There are three files with jstack. Jstack_0 is captured when server started up and no connections, jstack_124 is up to 124 connections but normal, the last one is the error one up to 128 connections, CPU usage is up to 50% by the netty server at this time.

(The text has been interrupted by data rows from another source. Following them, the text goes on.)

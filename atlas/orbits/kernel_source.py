"""Writes the module that counts the orbits of a family: step, kernels in lanes, kernels of single orbits."""

from __future__ import annotations

import re
from collections.abc import Mapping, Sequence
from math import gcd

from atlas.orbits.lane_kernels import ADVANCE, CHUNK, PART, RETURNS, SAMPLE
from atlas.orbits.orbit_kernels import (
    AGAIN,
    CELL_OF,
    DECIDE,
    FILL,
    FILLED,
    GONE,
    LOOK,
    READY,
    REPLAY,
    SLOW,
    VOLUMES,
)
from atlas.orbits.step import StepSource
from atlas.orbits.volumes import lengths

DISTURB = (
    "z = lk[l] + np.uint64({number}) * np.uint64(0x9E3779B97F4A7C15)",
    "z = (z ^ (z >> np.uint64(30))) * np.uint64(0xBF58476D1CE4E5B9)",
    "z = (z ^ (z >> np.uint64(27))) * np.uint64(0x94D049BB133111EB)",
    "z = z ^ (z >> np.uint64(31))",
    "factor = 1.0 - float(z >> np.uint64(11)) * 2.0 ** -93",
)
"""Multiplies a state by 1 - u * 2**-40 with u hashed from orbit and step by the finaliser of SplitMix64
(Steele, Lea & Flood 2014, OOPSLA; constants from memory)."""


def kernel_source(source: StepSource, logarithmic: Sequence[bool], *, lanes: int, every: int = 1) -> str:
    """Write the module that counts the orbits of a family.

    Parameters
    ----------
    source : StepSource
        The compiled map; what it draws runs along the counted axes, ``up`` first.
    logarithmic : sequence of bool
        Whether each counted axis is logarithmic.
    lanes : int
        Orbits in a group.
    every : int
        Steps from one recorded state to the next.

    Returns
    -------
    str
    """
    writer = Writer(source, len(logarithmic), every)
    disturbed = [
        writer.written(text.replace(f"def {name}(", f"def {name}_disturbed("), step=step, disturb=True)
        for name, text, step in (
            ("advance", ADVANCE, "step"),
            ("sample", SAMPLE, "step"),
            ("replay", REPLAY, "one_step"),
        )
    ]
    many = [writer.written(text) for text in (ADVANCE, RETURNS, SAMPLE)]
    cells = [CELL_OF.replace("AXIS", str(number)) for number in range(len(logarithmic))]
    single = [writer.written(text, step="one_step") for text in (*cells, VOLUMES, LOOK, FILL, REPLAY, DECIDE)]
    scales = {f"SCALED{number}": "log" if log else "" for number, log in enumerate(logarithmic)}
    text = "\n".join([source.text, writer.single_steps(), *single, *many, *disturbed])
    return writer.named(text, scales | {"LANES": str(lanes)})


class Writer:
    """Expands the words in capitals of kernels.

    Parameters
    ----------
    source : StepSource
    axes : int
        How many axes are counted.
    every : int
        Steps from one recorded state to the next.
    """

    def __init__(self, source: StepSource, axes: int, every: int = 1) -> None:
        self.source, self.axes, self.every = source, axes, every
        self.patterned = len(source.word) > 1
        self.unroll = 1 if source.slow_calls or self.patterned or every > 1 else 4
        self.call = f"({', '.join([*source.state_names, *source.coefficient_names])})"

    def single_steps(self) -> str:
        """Write step and derivatives as functions of their own, for code that follows one orbit."""
        return "\n".join(
            f"@compiled\ndef one_{name}{self.call}:\n    return {name}{self.call}\n"
            for name in ("step", "slope", "minors", "lift")
        )

    def named(self, text: str, more: Mapping[str, str]) -> str:
        """Put the constants of the family and of the view in the place of their names."""
        sides = lengths(self.source.states)
        constants = {
            "NX": str(self.source.states),
            "NC": str(max(self.source.coefficients, 1)),
            "NV": str(max(sides)),
            "ROWS": str(self.source.rows),
            "SIDES": _tuple(sides),
            "WIDTHS": _tuple(self.source.widths),
            "AXIS_COUNT": str(self.axes),
            "TURNS": "3" if self.source.states == 1 else "8",
            "CHUNK": str(CHUNK),
            "PART": str(PART),
            "UNROLL": str(self.unroll),
            "EVERY": str(self.every),
            "CYCLE": str(self.cycle),
            "READY": str(READY),
            "AGAIN": str(AGAIN),
            "FILLED": str(FILLED),
            "SLOW": str(SLOW),
            "GONE": str(GONE),
            **more,
        }
        return re.sub(r"\b(" + "|".join(constants) + r")\b", lambda match: constants[match[0]], text)

    @property
    def cycle(self) -> int:
        """Recorded states after which the patterns begin anew."""
        return len(self.source.word) // gcd(len(self.source.word), self.every)

    def _shown_widths(self) -> list[float]:
        names = self.source.state_names
        return [
            self.source.widths[names.index(shown)] if shown in names else 0.0 for shown in self.source.drawn
        ]

    def written(self, text: str, *, step: str = "step", disturb: bool = False) -> str:
        """Return the text of kernels with everything expanded but the constants."""
        text = self._chosen(text)
        text = re.sub(r" *REPEAT\n(.*?) *END_REPEAT\n", self._repeated, text, flags=re.DOTALL)
        blocks = self._blocks(step, disturb)
        words = self._words()
        lines = []
        for line in text.splitlines():
            word, _, rest = line.strip().partition(" ")
            word, _, number = word.partition("@")
            indent = line[: len(line) - len(line.lstrip())]
            if word in blocks:
                lines += [
                    indent + one.replace("{number}", rest).replace("{k}", number or "0")
                    for one in blocks[word]
                ]
            else:
                lines.append(line)
        pattern = re.compile(r"\b(" + "|".join(words) + r")\b")
        return pattern.sub(lambda match: words[match[0]], "\n".join(lines))

    def _chosen(self, text: str) -> str:
        """Keep the parts that this family and this view need."""
        for name, keep in {
            "REST": self.unroll > 1,
            "SECOND": self.axes > 1,
            "SINGLE": self.source.states == 1,
            "SEVERAL": self.source.states > 1,
        }.items():
            if not keep:
                text = re.sub(rf" *BEGIN_{name}\n.*? *END_{name}\n", "", text, flags=re.DOTALL)
            text = re.sub(rf" *(BEGIN|END)_{name}\n", "", text)
        return re.sub(r" *SECOND .*\n", "", text) if self.axes == 1 else re.sub(r"\bSECOND ", "", text)

    def _repeated(self, match: re.Match[str]) -> str:
        copies = []
        for k in range(self.unroll):
            copy = re.sub(r"\b(STEP|CARRY)\b", rf"\1@{k}", match[1])
            copies.append(re.sub(r"\bKTH\b", str(k), copy))
        return "".join(copies)

    def _words(self) -> dict[str, str]:
        states, widths = self.source.state_names, self.source.widths
        distance = _largest(
            [
                _gap(name, f"rx[{k}, l]", width)
                for k, (name, width) in enumerate(zip(states, widths, strict=True))
            ]
        )
        shown = self.source.drawn
        cells, seen = _cell(shown), _cell([f"seen{number}[k, l]" for number in range(self.axes)])
        return {
            "OUTSIDE": "(not (" + " and ".join(f"abs({name}) < bound" for name in states) + "))",
            "SAME": "(" + " & ".join(f"({name} == rx[{k}, l])" for k, name in enumerate(states)) + ")",
            "DISTANCE": f"({distance} + far)" if self.cycle > 1 else distance,
            "LARGEST": _largest([f"abs({name})" for name in states]),
            "STATE": f"({', '.join(states)},)",
            "GAP": _largest(
                [
                    _gap(name, f"o{k}", width)
                    for k, (name, width) in enumerate(zip(states, widths, strict=True))
                ]
            ),
            "SLOPE": f"one_slope{self.call}",
            "MINORS": f"one_minors{self.call}" if len(states) > 1 else f"(one_minors{self.call},)",
            "SHOWN": f"({', '.join(shown)},)",
            **{f"SHOWN{number}": expression for number, expression in enumerate(shown)},
            "CELL": cells,
            "CELL_SEEN": seen,
            "AXES": ", ".join(f"axis{number}, edges{number}" for number in range(self.axes)),
        }

    def _blocks(self, step: str, disturb: bool) -> dict[str, list[str]]:
        states, coefficients = self.source.state_names, self.source.coefficient_names
        scalar = step == "one_step"
        where = "w{k} + " if self.patterned else ""
        loads = [f"{name} = lc[{where}{k}, l]" for k, name in enumerate(coefficients)]
        single = [
            f"{name} = c[{'w0 + ' if self.patterned else ''}{k}, m]" for k, name in enumerate(coefficients)
        ]
        turn = "w0 = word[({number}) % word.size] * NC"
        moved = [f"{', '.join(states)} = {step}{self.call}"]
        if disturb:
            moved += [*DISTURB, *(f"{name} = {name} * factor" for name in states)]
        if self.patterned and not scalar:
            moved = loads + moved
        store = [f"lx[{k}, l] = {name}" for k, name in enumerate(states)]
        load = [f"{name} = lx[{k}, l]" for k, name in enumerate(states)]
        numbered = "float({number})"
        if self.cycle > 1:
            numbered += " if ({number}) % CYCLE == 0 else np.inf"
        return {
            "LOAD": load + ([] if self.patterned else loads),
            "LOAD_ORBIT": [f"{name} = x[{k}, m]" for k, name in enumerate(states)]
            + ([] if self.patterned else single),
            "STORE": store,
            "STEP": moved,
            "AT": [turn, *single] if self.patterned else [],
            "PHASE": [turn] if self.patterned else [],
            "SKIP": self._skipped(load, loads, moved, store) if self.every > 1 else [],
            "FAR": ["far = 0.0 if {number} % CYCLE == 0 else np.inf"] if self.cycle > 1 else [],
            "NUMBER": [f"number = {numbered}"],
            "REMEMBER": [f"o{k} = {name}" for k, name in enumerate(states)]
            + [f"q{number} = {shown}" for number, shown in enumerate(self.source.drawn)],
            "COMPARE": [
                f"work[{number}, turn] = {_gap(shown, f'q{number}', width)}"
                for number, (shown, width) in enumerate(
                    zip(self.source.drawn, self._shown_widths(), strict=True)
                )
            ],
            "NOTE": [f"{{number}}[{k}, n] = {name}" for k, name in enumerate(states)],
        }

    def _skipped(self, load: list[str], loads: list[str], moved: list[str], store: list[str]) -> list[str]:
        """Return the steps from one recorded state to before the next, numbered from the first of them."""
        inner = load + ([] if self.patterned else loads)
        inner += [line.replace("{number}", "{number} + e + 1") for line in moved] + store
        turn = ["    w0 = word[({number} + e) % word.size] * NC"] if self.patterned else []
        return [
            "for e in range(EVERY - 1):",
            *turn,
            "    for l in range(LANES):",
            *(f"        {line}" for line in inner),
        ]


def _tuple(values: Sequence[float]) -> str:
    return f"({', '.join(map(repr, values))},)"


def _gap(name: str, old: str, width: float) -> str:
    return f"around({name} - {old}, {width!r})" if width else f"abs({name} - {old})"


def _largest(terms: list[str]) -> str:
    return terms[0] if len(terms) == 1 else f"max({', '.join(terms)})"


def _cell(shown: Sequence[str]) -> str:
    if len(shown) < 2:
        return f"cell_of0({shown[0]}, axis0, edges0)" if shown else "0"
    return f"cell_of0({shown[0]}, axis0, edges0) + (edges0.size + 1) * cell_of1({shown[1]}, axis1, edges1)"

However, I can't find any problem, May be you could. : ) @Scottmitch

jstack_0.txt
jstack_124.txt
jstack_128_error.txt

@alvin-xu
Copy link
Author

alvin-xu commented Jun 6, 2016

@chenxiuheng The “netty-transport-native-epoll” is only supported in Linux, but my problem is occured in windows. Thank you for your help anyway.

@Scottmitch
Copy link
Member

@alvin-xu - Thanks for the stack dumps. It would be useful if you could provide a few stack traces while in the CPU is at a persistent elevated usage. IIUC only the last stack trace was at elevated CPU usage. I would like to compare the stack traces to see if there is any interesting pattern. Lets start with 4 stack traces while CPU is elevated.

@alvin-xu
Copy link
Author

alvin-xu commented Jun 7, 2016

I'm sorry for that I can't understand your intent clearly. I used jstack barely. I think the following stack dumps may what you want. @Scottmitch . They are all captured while CPU is elevated.
jstackl_1.txt
jstackl_2.txt
jstackl_3.txt
jstackl_4.txt
jstackl_5.txt
jstackl_6.txt
jstackl_7.txt
jstackl_8.txt
jstackl_9.txt

@Scottmitch
Copy link
Member

Scottmitch commented Jun 7, 2016

@alvin-xu - Thanks for the info. It appears that you are using Netty 5.x? Can you provide the same information running with Netty 4.1.0.Final (5.x has been deprecated as @windie mentioned #5278 (comment))?

@alvin-xu
Copy link
Author

alvin-xu commented Jun 8, 2016

@Scottmitch I used 4.1.0.Final, and also has the same problem on that computer. The following is stack trace. I closed the last 2 connections in "jstackl_4.1.0_10_normal.txt" and "jstackl_4.1.0_11_normal.txt", which will make cpu usage normal. Then, I opened another 2 connections in the latter tester and problem show again.

jstackl_4.1.0_1.txt
jstackl_4.1.0_2.txt
jstackl_4.1.0_3.txt
jstackl_4.1.0_4.txt
jstackl_4.1.0_5.txt
jstackl_4.1.0_6.txt
jstackl_4.1.0_7.txt
jstackl_4.1.0_8.txt
jstackl_4.1.0_9.txt
jstackl_4.1.0_10_normal.txt
jstackl_4.1.0_11_normal.txt
jstackl_4.1.0_12.txt
jstackl_4.1.0_13.txt

@Scottmitch
Copy link
Member

@alvin-xu - Thanks again for the stack traces. Most of the stack traces look like we are waiting on the poll mechanism. However the 12th stack trace shows an interesting sign that we are being interrupted [1]. It is possible that the polling mechanism is behaving in a way we don't expect and we are just spinning calling poll ... can you verify which threads are consuming unusually high amount of CPU via a profiler (visualvm should work)? Can you also verify if you are seeing log statements like [2]:

[1]

"nioEventLoopGroup-3-2" prio=10 tid=0x0412ec00 nid=0x1e94 runnable [0x04d6f000]
   java.lang.Thread.State: RUNNABLE
    at java.lang.Thread.isInterrupted(Native Method)
    at java.lang.Thread.interrupted(Thread.java:983)
    at io.netty.channel.nio.NioEventLoop.select(NioEventLoop.java:675)
    at io.netty.channel.nio.NioEventLoop.run(NioEventLoop.java:325)
    at io.netty.util.concurrent.SingleThreadEventExecutor$5.run(SingleThreadEventExecutor.java:742)
    at io.netty.util.concurrent.DefaultThreadFactory$DefaultRunnableDecorator.run(DefaultThreadFactory.java:145)
    at java.lang.Thread.run(Thread.java:745)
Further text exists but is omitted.